Before his arrest, Little told Business Insider that it was the 2012 video which inspired him to go to Uganda himself.
YouTube/Sam Little
Little spoke to Business Insider via cellphone from a community in Uganda, and said that he had become convinced that MMS works after giving it to a pet. He said he had "proved that it can cure HIV and malaria."
He claimed to be acting "out of the kindness of my heart."
He said: "If I was doing this to do something bad, I wouldn't be posting it on my Facebook. I've got nothing to hide. Any money the church gets, it gives out to help people. It's not a thing to make money."
He declined to give the names of doctors whom he had said could vouch for his claim that he had used MMS to cure HIV and malaria.
"They don't have the options that we have in the richer countries"
In his film, Little appears alongside a man called Samula Albert Araali. He appears to be the same man as Samuel Albert, whom police in Uganda named as one of the three arrested on May 23.
In videos uploaded last year Araali claims to be a "bishop" in the Genesis II Church, and distributes the substance to Ugandans whom he says suffer from "malaria, tuberculosis, common coughs and colds and diabetes."
Araali also cites the Red Cross video, which he says "proves " the substance works.

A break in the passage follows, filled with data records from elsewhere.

"""What a report holds: plain dataclasses, filled by the caller, no archive access.

The renderers (:mod:`engine.report.render_pdf`, :mod:`engine.report.render_html`) read
only these objects, so that a report can be built from an archive, from a single run or
by hand (tests, examples).  Times are UTC: ``times_s`` are seconds since 1970-01-01
(POSIX time); dates in text fields are ISO-8601 strings as the caller wrote them.

:func:`validate_report` checks the shapes and kinds of every field before anything is
drawn and raises :class:`~engine.errors.InputError` naming the field.
"""

from __future__ import annotations

import math
from dataclasses import dataclass, field
from datetime import UTC, datetime

import numpy as np

from ..errors import InputError

#: The states a point can be in, mildest first (the alarm layer's words).
STATES = ("ok", "alert", "danger", "no data", "bad data")
#: Kinds of spectrum plot: the (velocity or acceleration) spectrum or the envelope one.
SPECTRUM_KINDS = ("spectrum", "envelope")


def _float_array(values, name: str) -> np.ndarray:
    try:
        arr = np.asarray(values, dtype=float)
    except (TypeError, ValueError):
        raise InputError(f"report data: {name} must hold numbers") from None
    if arr.ndim != 1:
        raise InputError(f"report data: {name} must be one-dimensional, got shape {arr.shape}")
    return arr


@dataclass
class StatusRow:
    """One point's line of the status table.

    ``state`` is one of :data:`STATES`; ``zone`` the ISO 20816 zone "A" … "D" of the
    overall velocity or "" when not judged; ``overall_mm_s`` the broadband velocity
    RMS, mm/s (NaN unknown); ``taken`` the ISO date of the latest run ("" none);
    ``worst_band`` the alarm band that set the state.
    """

    machine: str
    machine_name: str
    point: str
    state: str
    zone: str
    overall_mm_s: float
    taken: str
    worst_band: str = ""
    note: str = ""


@dataclass
class TrendSeries:
    """A value of one point against time, with its alarm levels and forecast.

    ``times_s`` are POSIX seconds (UTC), ``values`` in ``unit``; ``alert`` and
    ``danger`` the levels in the same unit (``None`` when the plan has none).
    ``forecast`` is ``engine.forecast.Forecast.as_dict()`` plus the lists
    ``"curve_t_s"`` (POSIX s), ``"curve_value"``, ``"curve_low"``, ``"curve_high"``
    (``unit``) of the fitted and extrapolated curve and its interval.
    """

    point: str
    value: str
    unit: str
    times_s: np.ndarray
    values: np.ndarray
    alert: float | None
    danger: float | None
    forecast: dict | None = None

    def __post_init__(self) -> None:
        self.times_s = _float_array(self.times_s, f"trend {self.point!r} times_s")
        self.values = _float_array(self.values, f"trend {self.point!r} values")


@dataclass
class SpectrumPlot:
    """A spectrum (``kind`` "spectrum") or envelope spectrum ("envelope") of one run.

    ``frequency_hz`` and ``amplitude`` (in ``unit``) are the lines; ``markers`` the
    matched sources as ``(frequency Hz, label)``; ``bands`` the alarm bands as
    ``(low Hz, high Hz, alert, danger, name)`` with the levels in the band's own unit
    and measure (``None`` when the band has no such level).
    """

    point: str
    run_id: str
    title: str
    kind: str
    frequency_hz: np.ndarray
    amplitude: np.ndarray
    unit: str
    markers: list[tuple[float, str]] = field(default_factory=list)
    bands: list[tuple[float, float, float | None, float | None, str]] = field(
        default_factory=list)

    def __post_init__(self) -> None:
        self.frequency_hz = _float_array(self.frequency_hz,
                                         f"spectrum {self.title!r} frequency_hz")
        self.amplitude = _float_array(self.amplitude, f"spectrum {self.title!r} amplitude")


@dataclass
class FindingItem:
    """A finding of one run: title, severity (info/watch/warning/serious), the evidence
    as sentences and the recommendation, worded as an indication for a qualified
    person."""

    machine: str
    point: str
    run_id: str
    taken: str
    title: str
    severity: str
    evidence: list[str]
    recommendation: str


@dataclass
class ForecastItem:
    """One line of the forecast table: when a value is expected to reach alert and
    danger, as ISO dates ("" when not forecast) with their intervals ``(low, high)``."""

    point: str
    value: str
    unit: str
    status: str
    model: str
    alert_date: str
    alert_interval: tuple[str, str] | None
    danger_date: str
    danger_interval: tuple[str, str] | None


@dataclass
class ReportData:
    """Everything one report shows, in the order it shows it.

    ``scope`` says what the report covers, e.g. "Machine P-102 — Raw-water pump 2" or
    "Survey of 2026-11-16"; ``generated_at`` is an ISO time; ``cautions`` are sentences
    (normally :data:`engine.report.CAUTIONS`, which the renderers show when the list is
    empty: a report never goes out without them); ``notes`` plain sentences shown last.
    """

    title: str
    plant: str
    scope: str
    generated_at: str
    status: list[StatusRow]
    trends: list[TrendSeries]
    spectra: list[SpectrumPlot]
    findings: list[FindingItem]
    forecasts: list[ForecastItem]
    cautions: list[str]
    notes: list[str] = field(default_factory=list)


def _require_list(value, name: str, kind: type) -> None:
    if not isinstance(value, (list, tuple)):
        raise InputError(f"report data: {name} must be a list, got {type(value).__name__}")
    for i, item in enumerate(value):
        if not isinstance(item, kind):
            raise InputError(f"report data: {name}[{i}] must be a {kind.__name__}, "
                             f"got {type(item).__name__}")


def _require_text(value, name: str) -> None:
    if not isinstance(value, str):
        raise InputError(f"report data: {name} must be text, got {type(value).__name__}")


def validate_report(data: ReportData) -> None:
    """Check a report's data before drawing anything.

    Parameters
    ----------
    data : ReportData

    Raises
    ------
    InputError
        When a field has the wrong kind, a state is unknown, axes and values differ in
        length, a marker or band is not a number or a forecast curve is ragged; the
        message names the field.
    """
    if not isinstance(data, ReportData):
        raise InputError(f"report data must be a ReportData, got {type(data).__name__}")
    for name in ("title", "plant", "scope", "generated_at"):
        _require_text(getattr(data, name), name)
    _require_list(data.status, "status", StatusRow)
    _require_list(data.trends, "trends", TrendSeries)
    _require_list(data.spectra, "spectra", SpectrumPlot)
    _require_list(data.findings, "findings", FindingItem)
    _require_list(data.forecasts, "forecasts", ForecastItem)
    _require_list(data.cautions, "cautions", str)
    _require_list(data.notes, "notes", str)
    for i, row in enumerate(data.status):
        where = f"status[{i}] ({row.machine} {row.point})"
        if row.state not in STATES:
            raise InputError(f"report data: {where} state must be one of "
                             f"{', '.join(STATES)}, got {row.state!r}")
        if not _is_number(row.overall_mm_s):
            raise InputError(f"report data: {where} overall_mm_s must be a number (NaN "
                             f"when unknown), got {row.overall_mm_s!r}")
        for name in ("machine", "machine_name", "point", "zone", "taken", "worst_band",
                     "note"):
            _require_text(getattr(row, name), f"{where} {name}")
    for i, tr in enumerate(data.trends):
        for name in ("alert", "danger"):
            level = getattr(tr, name)
            if level is not None and not _is_number(level):
                raise InputError(f"report data: trends[{i}] ({tr.point}, {tr.value}) {name} "
                                 f"must be a number or None, got {level!r}")
        if tr.times_s.size != tr.values.size:
            raise InputError(f"report data: trends[{i}] ({tr.point}, {tr.value}) has "
                             f"{tr.times_s.size} times_s but {tr.values.size} values")
        if tr.forecast is not None:
            forecast_curve(tr.forecast, f"trends[{i}] ({tr.point}, {tr.value}) forecast")
    for i, sp in enumerate(data.spectra):
        where = f"spectra[{i}] ({sp.title})"
        if sp.kind not in SPECTRUM_KINDS:
            raise InputError(f"report data: {where} kind must be 'spectrum' or "
                             f"'envelope', got {sp.kind!r}")
        if sp.frequency_hz.size != sp.amplitude.size:
            raise InputError(f"report data: {where} has {sp.frequency_hz.size} "
                             f"frequency_hz but {sp.amplitude.size} amplitude values")
        for j, marker in enumerate(sp.markers):
            if len(marker) != 2 or not _is_number(marker[0]):
                raise InputError(f"report data: {where} markers[{j}] must be "
                                 f"(frequency Hz, label), got {marker!r}")
        for j, band in enumerate(sp.bands):
            if (len(band) != 5 or not _is_number(band[0]) or not _is_number(band[1])
                    or not all(b is None or _is_number(b) for b in band[2:4])):
                raise InputError(f"report data: {where} bands[{j}] must be (low Hz, high "
                                 f"Hz, alert, danger, name), got {band!r}")
    for i, item in enumerate(data.findings):
        _require_list(item.evidence, f"findings[{i}] evidence", str)
    for i, fc in enumerate(data.forecasts):
        for name in ("alert_interval", "danger_interval"):
            interval = getattr(fc, name)
            if interval is not None and (len(interval) != 2 or not all(
                    isinstance(d, str) for d in interval)):
                raise InputError(f"report data: forecasts[{i}] ({fc.point}) {name} must be "
                                 f"(low, high) ISO dates or None, got {interval!r}")


def _is_number(value) -> bool:
    return isinstance(value, (int, float, np.integer, np.floating)) and not isinstance(
        value, bool)


def forecast_curve(forecast: dict, name: str = "forecast"
                   ) -> tuple[np.ndarray, np.ndarray, np.ndarray, np.ndarray] | None:
    """The forecast's curve as arrays ``(t_s, value, low, high)``, or ``None``.

    Parameters
    ----------
    forecast : dict
        ``Forecast.as_dict()`` with ``curve_t_s`` (POSIX seconds or ISO strings),
        ``curve_value``, ``curve_low`` and ``curve_high``; any of them missing or
        empty means there is no curve to draw.
    name : str
        Field name for messages.

    Returns
    -------
    tuple of four 1-D float arrays of equal length, or None

    Raises
    ------
    InputError
        When the forecast is not a dict or the four lists differ in length.
    """
    if not isinstance(forecast, dict):
        raise InputError(f"report data: {name} must be a dict, got {type(forecast).__name__}")
    keys = ("curve_t_s", "curve_value", "curve_low", "curve_high")
    if any(forecast.get(k) is None or len(forecast.get(k)) == 0 for k in keys):
        return None
    t = np.array([to_posix_s(v, f"{name} curve_t_s") for v in forecast["curve_t_s"]])
    rest = [_float_array(forecast[k], f"{name} {k}") for k in keys[1:]]
    if any(r.size != t.size for r in rest):
        raise InputError(f"report data: {name} curve lists differ in length: "
                         + ", ".join(f"{k} {len(forecast[k])}" for k in keys))
    return t, rest[0], rest[1], rest[2]


def to_posix_s(value, name: str = "time") -> float:
    """A time as POSIX seconds: a number as it is, an ISO-8601 string parsed (UTC when
    it carries no zone), ``None``/"" as NaN."""
    if value is None or value == "":
        return math.nan
    if _is_number(value):
        return float(value)
    if isinstance(value, str):
        try:
            t = datetime.fromisoformat(value)
        except ValueError:
            raise InputError(f"report data: {name} {value!r} is not an ISO-8601 time") from None
        if t.tzinfo is None:
            t = t.replace(tzinfo=UTC)
        return t.timestamp()
    raise InputError(f"report data: {name} must be a number or an ISO time, got {value!r}")


def iso_date(t_s: float) -> str:
    """POSIX seconds as an ISO date (UTC), "" for NaN."""
    if not math.isfinite(t_s):
        return ""
    return datetime.fromtimestamp(t_s, UTC).date().isoformat()
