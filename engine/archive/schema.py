"""Names, versions and property rules of the archive layout (see docs/archive-schema.md).

Everything that fixes the on-disk form lives here: file names, the schema version this
code writes and reads, the properties of machines and points with their types and
defaults, the validation of names typed by a user, and the migration of older layouts.
"""

from __future__ import annotations

import math
import re
from collections.abc import Callable
from datetime import UTC, datetime

import h5py
import numpy as np
from h5py import h5a, h5t

from .. import __version__
from ..errors import ArchiveError, InputError
from ..recording import DIRECTIONS
from ..units import parse_sensitivity, quantity_of, unit

#: Schema version this code writes; it reads every version up to it.
SCHEMA_VERSION = 1
#: Value of the ``created_by`` attribute of new files.
CREATED_BY = f"Shaftwatch {__version__}"

PLANT_FILE = "plant.h5"
PREV_SUFFIX = ".prev"
TMP_SUFFIX = ".tmp"
CATALOGUE_FILE = "catalogue.h5"
LOCK_FILE = "writer.lock"
RUNS_DIR = "runs"
RUN_SUFFIX = ".h5"

#: Empty groups created in plant.h5 for later parts of the product; a writer keeps
#: whatever it finds in them (and in any other group it does not know).
RESERVED_PLANT_GROUPS = ("library/bearings", "events", "findings")
RESERVED_MACHINE_GROUPS = ("model",)
RESERVED_POINT_GROUPS = ("alarm_plan", "bearing")
#: Group names of run files kept for later parts (spectra, envelope, findings, alarms).
RESERVED_RUN_GROUPS = ("spectrum", "envelope", "findings", "alarms")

Samula ALbert Aarali/YouTube
Araali did not respond to multiple requests for comment from Business Insider, made before and after his apparent arrest.
After being tipped off about Araali's video, an official from Uganda's National Drugs authority told Business Insider that officials were investigating, and are considering legal action.
The Ugandan network is organized by American pastor Robert Baldwin, according to the Guardian. When reached by Business Insider, Baldwin insisted that chlorine dioxide was FDA-approved for certain uses in food. "The FDA has a direct conflict of interest to approve any natural health treatments, they are staffed by people from the drug industry. You cannot patent natural health solutions like chlorine dioxide. Therefore, there is no profit," he said.
In a taped conversation with anti-MMS campaigner Fiona O'Leary, heard by Business Insider, Baldwin said he was training a network of pastors to give MMS to congregants.
Baldwin, who is based in New Jersey, said he went to Africa because of its weaker regulation.
"America and Europe have much stricter laws so you are not as free to treat people because it is so controlled by the FDA," he said. "That's why I work in developing countries."
"Those people in poor countries, they don't have the options that we have in the richer countries. They are much more open to receiving the blessings that God has given them."